# July 21st thru the 28th



## fishhead (Oct 18, 2004)

Coming down to Cape May for a week (July 21st till the 28th) ... looking to fish with some P&Sers.

I'll be with the family, but can make a couple escapes, particularly in the early morning or late evenings if anyone will be around.

Ruddedogg ... maybe we can meet up and fish ... seems like our attempted meetings have been derailed the past couple years due to your unscheduled OT or vehicle breakdowns


----------



## RuddeDogg (Mar 20, 2004)

*Good to go*

I am off 7/22 and the 25th and 26th. Got a new vehicle so I'm good to go.  Give me a shout.


----------



## fishhead (Oct 18, 2004)

I'll also be down August 8th through the 12th ... that will be "the boys fishing & camping trip". We'll be staying at "The Depot" campground, as usual, on the west side of Cape May, and will be looking to fish and perhaps other assorted activities  

I'll PM ya before we come down and we'll set up some fishing with the legendary (big flattie catcher) Dogg ... and you can come along too


----------



## RuddeDogg (Mar 20, 2004)

*Well gee..........*

I m soo glad that I can tag along!!!!!!!!!    THank you so much......


----------



## fishhead (Oct 18, 2004)

T-9 days ... am looking forward to some quiet time in Cape May. Sounds like it's pretty slow from the surf, but I'm hoping for kingfish at least!

I work with a guy who'll be down a couple days that week ... may do the Miss Chris if the ocean is "happening", otherwise may fish grassy sound, bulkhead in N Wildwood, CM Point, etc.

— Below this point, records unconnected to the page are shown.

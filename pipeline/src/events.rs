//! Reading list-mode events and spectra into a [`stages::raw::Accumulator`]: Parquet one
//! row group at a time and Arrow IPC one record batch at a time (only the mapped columns
//! are decoded, so memory follows the row group or batch, not the file), CSV streamed line
//! by line. Spectra are small and read whole.

use std::collections::HashMap;
use std::fs::File;
use std::io::{BufRead, BufReader};
use std::path::Path;

use polars::prelude::*;
use stages::raw::{Accumulator, RawPlan, RawResult, UNKNOWN_DETECTOR};

use crate::tables::TableError;

/// The file formats, by extension.
const ACCEPTED: &str = ".parquet (or .pq), .arrow (or .ipc, .feather), .csv";

/// Rows handed to the accumulator at once from CSV.
const CSV_BATCH: usize = 1 << 16;

/// Why an event or spectrum file could not be read. The messages leave out the path: the
/// caller's diagnostic names the file; they name the line, row or column inside it.
#[derive(Debug, thiserror::Error)]
pub enum RawFileError {
    /// The file cannot be opened, or its reader rejects it (as for any table file).
    #[error(transparent)]
    File(#[from] TableError),
    /// A row group that cannot be read.
    #[error("cannot read rows {start}..{end}: {source}")]
    Rows {
        /// First row (0-based).
        start: usize,
        /// One past the last row.
        end: usize,
        /// The reader's error.
        source: PolarsError,
    },
    /// An extension that names no format of this kind of file.
    #[error("unknown {kind}file format `.{extension}`; accepted: {ACCEPTED}")]
    UnknownFormat {
        /// `event `, `spectrum ` or empty.
        kind: &'static str,
        /// The extension found (lower case).
        extension: String,
    },
    /// Columns mapped in `raw.columns` that the file lacks.
    #[error(
        "column{} {} not found (mapped in raw.columns); columns found: {}",
        if .missing.len() > 1 { "s" } else { "" },
        .missing.iter().map(|m| format!("`{m}`")).collect::<Vec<_>>().join(", "),
        .found.join(", ")
    )]
    MissingColumns {
        /// The mapped columns not found.
        missing: Vec<String>,
        /// The columns the file has.
        found: Vec<String>,
    },
    /// A column of a type its role cannot use.
    #[error("column `{column}` has type {dtype}; expected {expected}")]
    ColumnType {
        /// The column.
        column: String,
        /// Its type.
        dtype: String,
        /// What the role needs.
        expected: String,
    },
    /// A CSV line that cannot be read.
    #[error("line {line}: cannot read it: {source}")]
    Line {
        /// The line (1-based).
        line: u64,
        /// The I/O error.
        source: std::io::Error,
    },
    /// A CSV line that ends inside a quoted value.
    #[error(
        "line {line}, column {column}: found the quote of `\"{value}` not closed on its line; expected one \
         event a line: add the closing `\"`"
    )]
    OpenQuote {
        /// The line (1-based).
        line: u64,
        /// The column's name in backquotes, or its number.
        column: String,
        /// The value from its opening quote to the end of the line.
        value: String,
    },
    /// A CSV line with more or fewer values than the header.
    #[error(
        "line {line}: found {found} values, expected {} as in the header ({}); quote a value that holds a \
         comma (\"a,b\")",
        .header.len(),
        .header.join(", ")
    )]
    ValueCount {
        /// The line (1-based).
        line: u64,
        /// Values found.
        found: usize,
        /// The header's column names.
        header: Vec<String>,
    },
    /// A CSV value that is not UTF-8.
    #[error("line {line}, column {column}: found `{value}`, expected UTF-8 text")]
    NotUtf8 {
        /// The line (1-based).
        line: u64,
        /// The column's name in backquotes, or its number.
        column: String,
        /// The value, with the bytes that are not UTF-8 replaced.
        value: String,
    },
    /// A spectrum row the accumulator refuses.
    #[error("data row {row}: {reason}")]
    SpectrumRow {
        /// Data row (1-based).
        row: usize,
        /// Why.
        reason: Box<dyn std::error::Error + Send + Sync>,
    },
    /// The table library failed.
    #[error(transparent)]
    Polars(#[from] PolarsError),
}

/// A file that cannot be opened.
fn open_error(e: std::io::Error) -> RawFileError {
    TableError::Open(e).into()
}

/// A file the Parquet reader rejects.
fn parquet_error(source: PolarsError) -> RawFileError {
    TableError::Decode { format: "Parquet", source }.into()
}

/// A file the Arrow IPC reader rejects.
fn ipc_error(source: PolarsError) -> RawFileError {
    TableError::Decode { format: "Arrow IPC", source }.into()
}

/// Which columns of an event or spectrum file, by role.
struct Roles<'a> {
    detector: &'a str,
    /// ADC channel (events) or channel (spectra).
    value: &'a str,
    delta_e: Option<&'a str>,
    pile_up: Option<&'a str>,
    time: Option<&'a str>,
    /// Counts per channel (spectra).
    counts: Option<&'a str>,
}
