impl GatePlace<'_> {
    /// The gate: the written window where there is one, else the automatic window around
    /// the kinematic energy, with side bands by the automatic rule unless written, and the
    /// window's acceptance. None when there is neither.
    fn place(
        &self,
        g: &GatesConfig,
        cal: &CalibrationConfig,
        n_ch: usize,
        written: Option<&WindowConfig>,
        c: &mut Checks,
    ) -> Option<Gate> {
        let (s, wr, gap, bw) =
            (g.resolution_mev, g.window_resolutions, g.side_band_gap_resolutions, g.side_band_width_resolutions);
        let written_window = written.and_then(|w| WindowConfig::interval(w.window_mev, w.window_channels, cal));
        let nominal = match (written_window, self.energy_kinematic_mev) {
            (Some(w), _) => w,
            (None, Some(e)) => Interval { low_mev: e - wr * s, high_mev: e + wr * s },
            (None, None) => return None,
        };
        let left = written
            .and_then(|w| WindowConfig::interval(w.left_mev, w.left_channels, cal))
            .unwrap_or(Interval { low_mev: nominal.low_mev - (gap + bw) * s, high_mev: nominal.low_mev - gap * s });
        let right = written
            .and_then(|w| WindowConfig::interval(w.right_mev, w.right_channels, cal))
            .unwrap_or(Interval { low_mev: nominal.high_mev + gap * s, high_mev: nominal.high_mev + (gap + bw) * s });
        let name = state_label(self.state, self.branch);
        let spectrum = format!("[{:.4}, {:.4}) MeV", cal.energy_mev(-0.5), cal.energy_mev(n_ch as f64 - 0.5));
        let Some(window) = snap_to_channels(nominal, cal, n_ch) else {
            c.require(
                false,
                "gates",
                format!(
                    "{}, {name}: the window [{:.4}, {:.4}) MeV holds no channel of the spectrum {spectrum}",
                    self.det, nominal.low_mev, nominal.high_mev
                ),
                "a window inside the spectrum (check the calibration, overflow_channel and the states)",
            );
            return None;
        };
        let empty = |at: f64| Interval { low_mev: at, high_mev: at };
        let left = snap_to_channels(left, cal, n_ch).unwrap_or(empty(window.low_mev));
        let right = snap_to_channels(right, cal, n_ch).unwrap_or(empty(window.high_mev));
        c.require(
            left.width_mev() + right.width_mev() > 0.0,
            "gates",
            format!("{}, {name}: no side-band channel inside the spectrum {spectrum}", self.det),
            "side bands that hold at least one channel",
        );
        let peak = PeakShape {
            // The kinematic energy for an automatic window (its middle before the snap to
            // whole channels), the written window's middle or its `peak_centroid_mev`.
            centroid_mev: written
                .and_then(|w| w.peak_centroid_mev)
                .unwrap_or(0.5 * (nominal.low_mev + nominal.high_mev)),
            sigma_mev: s,
            sigma_err_mev: g.resolution_err_mev,
            tail: g.low_energy_tail.map(|t| LowEnergyTail { fraction: t.fraction, length_mev: t.length_mev }),
        };
        let layout = WindowLayout { window, left, right };
        let acceptance = window_acceptance(&layout, &peak);
        c.require(
            acceptance.value > 0.0,
            "gates",
            format!(
                "{}, {name}: window acceptance {:.4} (the side bands hold more of the peak than the window)",
                self.det, acceptance.value
            ),
            "a window around the peak with side bands clear of it",
        );
        Some(Gate {
            detector: self.det.to_string(),
            state: self.state.to_string(),
            branch: self.branch,
            energy_kinematic_mev: self.energy_kinematic_mev.unwrap_or(f64::NAN),
            window,
            left,
            right,
            window_acceptance: acceptance.value,
            window_acceptance_err: acceptance.err,
            peak,
        })
    }
}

Anyone around that week that may want to do some daybreak or sunset fishing ... looking to finally fish with the Dogg, but would welcome any other P&Sers that want to wet a line 

I'll be with the family, but will definitely be looking to do some fishing too


----------



## lipyanker (May 31, 2006)

fh,
will possibly be able to meet up on a morning or evening 
Ly


----------



## RuddeDogg (Mar 20, 2004)

*By all means*

Let's hook em up!!!!!!!!!


----------